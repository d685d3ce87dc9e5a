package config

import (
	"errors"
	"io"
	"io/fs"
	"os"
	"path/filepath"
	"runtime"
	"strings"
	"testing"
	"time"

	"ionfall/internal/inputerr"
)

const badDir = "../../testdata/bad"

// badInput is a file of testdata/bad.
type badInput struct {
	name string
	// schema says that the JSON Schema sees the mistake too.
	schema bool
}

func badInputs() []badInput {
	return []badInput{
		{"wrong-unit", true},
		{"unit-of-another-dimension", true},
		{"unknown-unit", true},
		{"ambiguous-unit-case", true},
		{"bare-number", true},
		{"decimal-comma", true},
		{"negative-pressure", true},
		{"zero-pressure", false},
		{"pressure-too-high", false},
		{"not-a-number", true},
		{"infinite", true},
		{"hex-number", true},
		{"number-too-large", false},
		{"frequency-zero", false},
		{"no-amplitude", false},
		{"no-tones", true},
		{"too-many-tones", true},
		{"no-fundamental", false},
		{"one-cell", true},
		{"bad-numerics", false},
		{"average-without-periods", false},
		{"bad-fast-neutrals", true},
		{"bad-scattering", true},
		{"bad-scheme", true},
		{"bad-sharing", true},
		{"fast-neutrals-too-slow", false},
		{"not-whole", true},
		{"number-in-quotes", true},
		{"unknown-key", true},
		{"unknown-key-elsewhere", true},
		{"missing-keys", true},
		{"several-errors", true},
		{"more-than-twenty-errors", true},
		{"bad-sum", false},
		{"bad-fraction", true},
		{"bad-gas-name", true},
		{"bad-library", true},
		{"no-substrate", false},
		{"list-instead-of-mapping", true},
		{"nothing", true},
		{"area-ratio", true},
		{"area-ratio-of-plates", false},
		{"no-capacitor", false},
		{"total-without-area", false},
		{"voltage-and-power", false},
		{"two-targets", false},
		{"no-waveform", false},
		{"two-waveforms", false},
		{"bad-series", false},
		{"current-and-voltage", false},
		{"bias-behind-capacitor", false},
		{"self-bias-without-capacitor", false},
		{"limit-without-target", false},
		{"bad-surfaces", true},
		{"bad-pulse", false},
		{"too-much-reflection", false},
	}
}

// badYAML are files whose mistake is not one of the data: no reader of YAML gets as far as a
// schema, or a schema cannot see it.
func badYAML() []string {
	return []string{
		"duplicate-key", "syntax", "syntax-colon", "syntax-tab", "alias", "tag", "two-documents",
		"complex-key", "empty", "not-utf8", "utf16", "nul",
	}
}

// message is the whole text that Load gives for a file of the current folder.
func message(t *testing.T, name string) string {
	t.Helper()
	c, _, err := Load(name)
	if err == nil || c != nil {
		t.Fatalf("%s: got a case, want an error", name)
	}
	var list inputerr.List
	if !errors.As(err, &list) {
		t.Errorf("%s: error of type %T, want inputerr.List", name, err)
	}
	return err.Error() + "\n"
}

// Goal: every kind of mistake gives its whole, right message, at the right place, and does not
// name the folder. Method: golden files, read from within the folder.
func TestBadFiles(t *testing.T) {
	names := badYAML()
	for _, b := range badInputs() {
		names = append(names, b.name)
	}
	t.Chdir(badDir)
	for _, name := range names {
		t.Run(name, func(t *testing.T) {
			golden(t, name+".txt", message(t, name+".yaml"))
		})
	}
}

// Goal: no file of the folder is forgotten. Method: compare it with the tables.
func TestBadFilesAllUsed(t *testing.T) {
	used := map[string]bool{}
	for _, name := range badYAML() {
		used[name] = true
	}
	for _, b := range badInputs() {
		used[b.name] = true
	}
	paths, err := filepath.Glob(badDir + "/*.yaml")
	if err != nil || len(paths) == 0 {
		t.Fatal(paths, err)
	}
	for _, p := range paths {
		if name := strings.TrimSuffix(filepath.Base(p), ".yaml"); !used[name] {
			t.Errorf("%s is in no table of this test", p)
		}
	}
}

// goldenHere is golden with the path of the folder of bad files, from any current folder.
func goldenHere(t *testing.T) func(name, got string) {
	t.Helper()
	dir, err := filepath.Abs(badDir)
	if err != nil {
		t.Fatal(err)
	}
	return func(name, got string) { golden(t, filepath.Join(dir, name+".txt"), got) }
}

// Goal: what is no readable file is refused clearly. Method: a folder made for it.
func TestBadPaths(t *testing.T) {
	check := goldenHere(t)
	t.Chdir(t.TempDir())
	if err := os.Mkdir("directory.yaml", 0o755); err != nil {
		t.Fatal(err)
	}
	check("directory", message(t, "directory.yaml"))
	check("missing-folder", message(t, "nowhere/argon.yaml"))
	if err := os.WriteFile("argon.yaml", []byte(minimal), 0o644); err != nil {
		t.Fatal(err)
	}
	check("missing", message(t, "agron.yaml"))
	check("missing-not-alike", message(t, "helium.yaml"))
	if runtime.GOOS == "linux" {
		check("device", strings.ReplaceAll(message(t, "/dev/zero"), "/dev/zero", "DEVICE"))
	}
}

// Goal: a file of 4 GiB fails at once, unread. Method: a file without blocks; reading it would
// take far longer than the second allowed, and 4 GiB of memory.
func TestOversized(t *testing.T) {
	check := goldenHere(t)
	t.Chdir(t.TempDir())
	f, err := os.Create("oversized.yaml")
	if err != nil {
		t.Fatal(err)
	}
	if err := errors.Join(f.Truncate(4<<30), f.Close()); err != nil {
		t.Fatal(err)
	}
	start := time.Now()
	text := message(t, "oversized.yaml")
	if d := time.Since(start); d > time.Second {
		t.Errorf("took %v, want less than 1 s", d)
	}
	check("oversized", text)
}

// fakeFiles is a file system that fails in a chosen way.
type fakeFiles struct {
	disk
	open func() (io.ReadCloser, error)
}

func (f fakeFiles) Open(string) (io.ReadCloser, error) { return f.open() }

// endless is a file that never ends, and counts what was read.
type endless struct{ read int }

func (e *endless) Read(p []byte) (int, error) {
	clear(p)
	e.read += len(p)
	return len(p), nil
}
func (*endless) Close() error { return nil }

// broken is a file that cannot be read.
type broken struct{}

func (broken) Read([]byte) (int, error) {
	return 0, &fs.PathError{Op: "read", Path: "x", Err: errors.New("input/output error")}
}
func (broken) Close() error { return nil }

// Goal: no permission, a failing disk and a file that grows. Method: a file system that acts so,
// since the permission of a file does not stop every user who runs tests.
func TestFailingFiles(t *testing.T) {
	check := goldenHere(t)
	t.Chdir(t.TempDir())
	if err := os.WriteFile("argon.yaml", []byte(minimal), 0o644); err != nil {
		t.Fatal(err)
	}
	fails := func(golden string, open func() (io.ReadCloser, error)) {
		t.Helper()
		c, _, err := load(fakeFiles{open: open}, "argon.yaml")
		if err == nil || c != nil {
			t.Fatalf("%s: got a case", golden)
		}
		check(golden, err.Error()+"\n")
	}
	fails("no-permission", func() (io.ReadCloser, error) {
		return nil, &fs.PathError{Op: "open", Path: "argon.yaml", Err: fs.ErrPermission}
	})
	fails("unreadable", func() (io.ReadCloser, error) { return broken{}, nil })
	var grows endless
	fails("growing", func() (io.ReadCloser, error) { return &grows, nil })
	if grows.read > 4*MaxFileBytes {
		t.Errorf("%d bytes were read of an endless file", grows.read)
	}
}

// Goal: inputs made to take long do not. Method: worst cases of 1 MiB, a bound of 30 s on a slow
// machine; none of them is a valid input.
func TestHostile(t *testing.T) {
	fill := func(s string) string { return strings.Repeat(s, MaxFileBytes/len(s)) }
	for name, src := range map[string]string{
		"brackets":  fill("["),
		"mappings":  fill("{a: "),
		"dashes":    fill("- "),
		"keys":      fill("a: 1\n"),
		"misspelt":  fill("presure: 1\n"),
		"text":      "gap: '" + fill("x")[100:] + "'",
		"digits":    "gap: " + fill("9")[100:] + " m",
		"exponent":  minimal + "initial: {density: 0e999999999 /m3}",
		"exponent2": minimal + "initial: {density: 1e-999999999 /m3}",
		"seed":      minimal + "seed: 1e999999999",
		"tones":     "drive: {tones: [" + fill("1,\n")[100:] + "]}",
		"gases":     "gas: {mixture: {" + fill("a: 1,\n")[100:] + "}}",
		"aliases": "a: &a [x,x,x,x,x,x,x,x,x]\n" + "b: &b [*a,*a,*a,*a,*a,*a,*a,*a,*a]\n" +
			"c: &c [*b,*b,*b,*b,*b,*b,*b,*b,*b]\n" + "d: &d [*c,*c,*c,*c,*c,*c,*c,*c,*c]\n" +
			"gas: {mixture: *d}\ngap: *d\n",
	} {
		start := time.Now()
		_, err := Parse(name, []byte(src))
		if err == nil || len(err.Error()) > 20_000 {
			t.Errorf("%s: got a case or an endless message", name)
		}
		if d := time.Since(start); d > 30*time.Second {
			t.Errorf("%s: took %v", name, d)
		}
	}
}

──────────

Task prompt: Copy each line in the entries above where the word "fast" shows up.

Result of the task:
		{"bad-fast-neutrals", true},
		{"fast-neutrals-too-slow", false},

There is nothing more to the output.